Charleston Gazette-Mail

CHARLESTON, W.Va. — Fifty years ago Friday, just before 5 p.m., 37 vehicles occupied by 64 people — a blend of local Christmas shoppers, long-haul truckers and commuting workers — were crossing the Ohio River between Point Pleasant and Kanauga, Ohio, on the Silver Bridge.

 

As a stoplight on Sixth Street in Point Pleasant kept a long line of southbound traffic stalled on the span, a noise, described by some as a very loud gunshot and by others as a whooshing roar, echoed through the Mason County river town.

An instant later, the bridge’s deck pitched sharply sideways and down, dumping all but six of the cars and trucks crossing the span into the icy waters or narrow strips of shoreline below.

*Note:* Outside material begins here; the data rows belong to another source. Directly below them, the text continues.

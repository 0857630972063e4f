import { InputError } from '../units/input-error';
import { numbersRoundedApart } from '../units/number-text';

/** Signed bench points, compression positive (m/s, N), as parallel arrays. */
export type BenchPoints = { velocity: Float64Array; force: Float64Array };

/** Default half-width of the velocity window (samples each side): 7 samples in all. */
export const TRACE_HALF_WINDOW = 3;
/** Default number of speed bins per direction when a trace is reduced to points. */
export const TRACE_BINS = 24;
/** A bin with fewer samples than this is dropped: its mean is noise. */
export const TRACE_BIN_MIN_SAMPLES = 3;

/**
 * Shaft velocity from a sampled displacement by a smoothed central difference: at each
 * sample, the derivative at that sample of the least-squares quadratic through the 2h+1
 * samples around it (Savitzky–Golay smoothing differentiator; on uniform samples it is the
 * centred least-squares slope). The quadratic makes it hold for uneven sampling and at the
 * ends, where the window keeps its width and shifts inwards. Units: displacement/time.
 * @throws InputError naming the row when time does not increase.
 */
export function traceVelocity(
  time: Float64Array,
  displacement: Float64Array,
  halfWindow = TRACE_HALF_WINDOW,
  lines?: Uint32Array,
): Float64Array {
  const n = time.length;
  const width = 2 * halfWindow + 1;
  if (n < Math.max(3, width))
    throw new InputError('file', `a trace needs at least ${Math.max(3, width)} rows (got ${n})`);
  for (let i = 1; i < n; i++) {
    if (!((time[i] as number) > (time[i - 1] as number))) {
      const where = lines ? `line ${lines[i]}` : `row ${i + 1}`;
      const [now, before] = numbersRoundedApart(time[i] as number, time[i - 1] as number);
      throw new InputError(
        `${where}, column "time"`,
        `time ${now} s is not after the previous row's ${before} s; a trace's time must increase row by row`,
      );
    }
  }
  const v = new Float64Array(n);
  for (let i = 0; i < n; i++) {
    const lo = Math.max(0, Math.min(i - halfWindow, n - width));
    const hi = lo + width - 1;
    // Centre on the window's own means: times far from zero lose no digits.
    let tm = 0;
    let xm = 0;
    for (let k = lo; k <= hi; k++) {
      tm += time[k] as number;
      xm += displacement[k] as number;
    }
    tm /= width;
    xm /= width;
    let s2 = 0;
    let s3 = 0;
    let s4 = 0;
    let y1 = 0;
    let y2 = 0;
    for (let k = lo; k <= hi; k++) {
      const u = (time[k] as number) - tm;
      const y = (displacement[k] as number) - xm;
      const u2 = u * u;
      s2 += u2;
      s3 += u2 * u;
      s4 += u2 * u2;
      y1 += u * y;
      y2 += u2 * y;
    }
    // Normal equations of y = a + b·u + c·u² with Σu = Σy = 0:
    //   [m 0 s2; 0 s2 s3; s2 s3 s4]·[a b c] = [0 y1 y2]
    const m = width;
    const det = m * (s2 * s4 - s3 * s3) - s2 * s2 * s2;
    const ui = (time[i] as number) - tm;
    if (Math.abs(det) <= 1e-12 * m * s2 * s4) {
      v[i] = y1 / s2;
      continue;
    }
    // Cramer's rule for b and c.
    const b = (m * (y1 * s4 - s3 * y2) - s2 * s2 * y1) / det;
    const c = (m * (s2 * y2 - s3 * y1)) / det;
    v[i] = b + 2 * c * ui;
  }
  return v;
}

/**
 * Reduces signed points to binned averages per direction: speeds from zero to the
 * direction's largest are cut into `bins` equal bins, and each bin with at least
 * `minSamples` samples gives one point, the mean velocity and mean force of its samples
 * (this averages the opening and closing halves of a force–velocity loop).
 */
export function benchPointsBinned(
  points: BenchPoints,
  bins = TRACE_BINS,
  minSamples = TRACE_BIN_MIN_SAMPLES,
): BenchPoints {
  const { velocity, force } = points;
  let maxBump = 0;
  let maxRebound = 0;
  for (let i = 0; i < velocity.length; i++) {
    const v = velocity[i] as number;
    if (v > maxBump) maxBump = v;
    if (-v > maxRebound) maxRebound = -v;
  }
  const sums = (n: number) => ({ v: new Float64Array(n), f: new Float64Array(n), c: new Uint32Array(n) });
  const bump = sums(bins);
  const rebound = sums(bins);
  for (let i = 0; i < velocity.length; i++) {
    const v = velocity[i] as number;
    if (v === 0) continue;
    const s = v > 0 ? bump : rebound;
    const max = v > 0 ? maxBump : maxRebound;
    const k = Math.min(bins - 1, Math.floor((Math.abs(v) / max) * bins));
    s.v[k] = (s.v[k] as number) + v;
    s.f[k] = (s.f[k] as number) + (force[i] as number);
    s.c[k] = (s.c[k] as number) + 1;
  }
  const outV: number[] = [];
  const outF: number[] = [];
  // Rebound from its fastest bin to the slowest, then bump from slow to fast: ordered by signed velocity.
  for (let k = bins - 1; k >= 0; k--) {
    const c = rebound.c[k] as number;
    if (c >= minSamples) {
      outV.push((rebound.v[k] as number) / c);
      outF.push((rebound.f[k] as number) / c);
    }
  }
  for (let k = 0; k < bins; k++) {
    const c = bump.c[k] as number;
    if (c >= minSamples) {
      outV.push((bump.v[k] as number) / c);
      outF.push((bump.f[k] as number) / c);
    }
  }
  return { velocity: Float64Array.from(outV), force: Float64Array.from(outF) };
}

As the vehicles began to sink, they were pummeled by a deadly shower of steel support beams as the bridge’s suspension structure collapsed atop them, starting from the Ohio side.

Forty-six people died in the collapse, the deadliest U.S. highway bridge failure of the 20th century.

“It was like a chain reaction,” said Charlene Foster, who lived near the Ohio approach to the bridge and witnessed the disaster. The collapsing bridge “snaked its way across the river,” she said in a newspaper interview the following day. “It did not fall all at once. My God, it was horrible.”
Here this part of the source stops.